_TO DO_:
Filter these entries so that only lines with the word "raises" remain.

[Dataset entries]
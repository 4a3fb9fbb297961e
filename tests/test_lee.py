"""Look-elsewhere effect: upcrossings, Gross-Vitells vs toys, p_global >= p_local."""

from __future__ import annotations

import numpy as np
import pytest
from hypothesis import given, settings
from hypothesis import strategies as st
from scipy import stats

from peaksift import MassHistogram
from peaksift.errors import FitError
from peaksift.stats import scan
from peaksift.stats.lee import (
    binomial_error,
    global_from_toys,
    global_from_upcrossings,
    upcrossings,
)


def test_upcrossings_count():
    """An upcrossing is q0[i] <= u < q0[i+1] (Gross, Vitells, EPJC 70 (2010) 525, sec. 2);
    counted by hand for this sequence."""
    q = np.array([0.0, 1.0, 0.2, 0.7, 0.9, 0.1, 3.0, 3.0, 0.0])
    assert upcrossings(q, 0.5).tolist() == [3]
    assert upcrossings(q, 2.0).tolist() == [1]
    assert upcrossings(np.vstack([q, np.zeros_like(q)]), 0.5).tolist() == [3, 0]
    # a failed fit (NaN) is not silently a low value
    with pytest.raises(FitError, match="failed fits"):
        upcrossings([np.nan, 1.0, np.nan, 1.0], 0.5)


def test_upcrossings_per_segment_across_a_blinded_gap():
    """Upcrossings are counted within each contiguous segment and summed (Gross, Vitells
    2010 sec. 2 define them along a connected parameter range): the pair joining the two
    sides of a gap is no upcrossing.  Counted by hand: segment [0.0, 1.0, 0.2] has 1,
    segment [0.9, 0.1, 3.0] has 1; joined naively, 0.2 -> 0.9 would add a third."""
    q = np.array([0.0, 1.0, 0.2, 0.9, 0.1, 3.0])
    gaps = np.array([False, False, True, False, False])
    assert upcrossings(q, 0.5).tolist() == [3]
    assert upcrossings(q, 0.5, gaps=gaps).tolist() == [2]
    with pytest.raises(FitError, match="gaps needs 5"):
        upcrossings(q, 0.5, gaps=[True])


def test_blinded_scan_counts_upcrossings_per_segment():
    """ScanResult.global_significance with N0 from the observed scan: equal to the sum of
    upcrossings counted separately on the hypotheses below and above the blinded range
    (Gross, Vitells 2010 sec. 2, per connected range)."""
    rng = np.random.default_rng(10)   # seed chosen so the gap pair is an upcrossing
    x = 100.0 + rng.exponential(100.0, 20_000)
    h = MassHistogram(bins=300, range=(100.0, 400.0)).fill(x)
    r = scan(h, "gaussian", "exponential", 121, relative_resolution=0.01, blind=(240.0, 260.0),
             refit=False)
    res = r.global_significance("upcrossings", toys=0, u0=0.5)
    low = r.q0[~r.blinded & (r.masses < 240.0)]
    high = r.q0[~r.blinded & (r.masses > 260.0)]
    want = upcrossings(low, 0.5)[0] + upcrossings(high, 0.5)[0]
    assert res["N0"] == want
    # joining the sides would count the pair across the gap (low[-1] <= 0.5 < high[0])
    assert low[-1] <= 0.5 < high[0]
    assert upcrossings(np.concatenate([low, high]), 0.5)[0] == want + 1


def test_capped_p_global_has_no_error():
    """When p_local + N0 exp(-(u - u0)/2) exceeds 1 the estimate is capped at 1 (a
    probability, Gross and Vitells 2010 eq. 4 is an upper-bound approximation) and its linear
    error is meaningless: reported as None with p_global_capped."""
    scans = np.tile([0.0, 1.0] * 10, (5, 1))
    scans[0, -1] = 0.0
    res = global_from_upcrossings(0.5, scans, u0=0.5)
    assert res["p_global"] == 1.0 and res["p_global_capped"] is True
    assert res["p_global_error"] is None
    ok = global_from_upcrossings(16.0, scans, u0=0.5)
    assert ok["p_global_capped"] is False and 0 < ok["p_global_error"] < ok["p_global"]


def test_failed_toys_are_counted_not_treated_as_low():
    """Toys with a NaN q0 (failed fit) are left out and counted in n_failed_toys, for both
    estimates (the remaining fractions as defined, common practice)."""
    scans = np.array([[0.0, 1.0, 0.0], [0.0, np.nan, 0.0], [2.0, 0.0, 9.0], [0.0, 0.2, 0.0]])
    up = global_from_upcrossings(4.0, scans, u0=0.5)
    assert up["n_failed_toys"] == 1 and up["n_toys"] == 3
    assert up["N0"] == pytest.approx(2 / 3)
    toy = global_from_toys(4.0, scans.max(axis=1))
    assert toy["n_failed_toys"] == 1 and toy["n_toys"] == 3 and toy["n_toys_above"] == 1
    assert toy["p_global"] == pytest.approx(1 / 3)


def test_binomial_error_matches_scipy():
    """sqrt(p(1-p)/n), the standard deviation of scipy.stats.binom divided by n."""
    assert binomial_error(30, 1000) == pytest.approx(stats.binom(1000, 0.03).std() / 1000)


@settings(max_examples=60, deadline=None, derandomize=True)
@given(q_obs=st.floats(0.0, 60.0),
       scans=st.lists(st.lists(st.floats(0.0, 40.0), min_size=3, max_size=12),
                      min_size=1, max_size=20).filter(lambda v: len({len(r) for r in v}) == 1))
def test_p_global_never_below_p_local(q_obs, scans):
    """The largest q0 over the range is at least its value at the best mass, so p_global >=
    p_local (a property of the definition) for both estimates."""
    arr = np.array(scans)
    for res in (global_from_upcrossings(q_obs, arr), global_from_toys(q_obs, arr.max(axis=1))):
        p_loc = 0.5 * stats.chi2.sf(q_obs, 1)
        assert res["p_global"] >= p_loc * (1 - 1e-12)
        assert res["p_global"] <= 1.0


def test_toys_with_no_exceedance_give_a_bound():
    res = global_from_toys(30.0, np.full(200, 5.0))
    assert res["z_global_is_lower_bound"] and res["n_toys_above"] == 0
    assert res["p_global"] == pytest.approx(1 - 0.05 ** (1 / 200))


@pytest.mark.slow
def test_upcrossings_agree_with_toys_for_moderate_excess():
    """For a moderate excess (Z_local ~ 3.4) on a scan grid finer than the resolution, the Gross-Vitells extrapolation from 300 toys at
    u0 = 0.5 and the direct toy estimate from 3000 toys agree within their combined errors
    (Gross, Vitells 2010 sec. 3 show agreement at this level; we allow 3 combined sigma plus
    10% for the asymptotic approximation)."""
    rng = np.random.default_rng(8)
    x = np.concatenate([100.0 + rng.exponential(100.0, 30_000), rng.normal(260.0, 2.6, 45)])
    h = MassHistogram(bins=300, range=(100.0, 400.0)).fill(x)
    r = scan(h, "gaussian", "exponential", 250, relative_resolution=0.01, refit=False)
    assert 2.5 < r.z_local[r.best_index] < 3.7
    up = r.global_significance("upcrossings", toys=300, seed=1)
    toy = r.global_significance("toys", toys=3000, seed=2)
    assert up["global_method"] == "upcrossings" and toy["global_method"] == "toys"
    assert up["n0_source"] == "300 background-only toys"
    err = np.hypot(up["p_global_error"], toy["p_global_error"])
    assert abs(up["p_global"] - toy["p_global"]) < 3 * err + 0.1 * toy["p_global"]
    for res in (up, toy):
        assert res["p_global"] >= res["p_local"]
        assert res["z_global"] <= res["z_local"]
        assert set(res) >= {"mass", "z_local", "p_local", "z_global", "p_global",
                            "global_method"}
    # from the observed scan alone, stated as such
    obs = r.global_significance("upcrossings", toys=0)
    assert obs["n0_source"] == "observed scan" and obs["p_global"] >= obs["p_local"]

_SOLUTION FOR THIS EXERCISE_:
    with pytest.raises(FitError, match="failed fits"):
    with pytest.raises(FitError, match="gaps needs 5"):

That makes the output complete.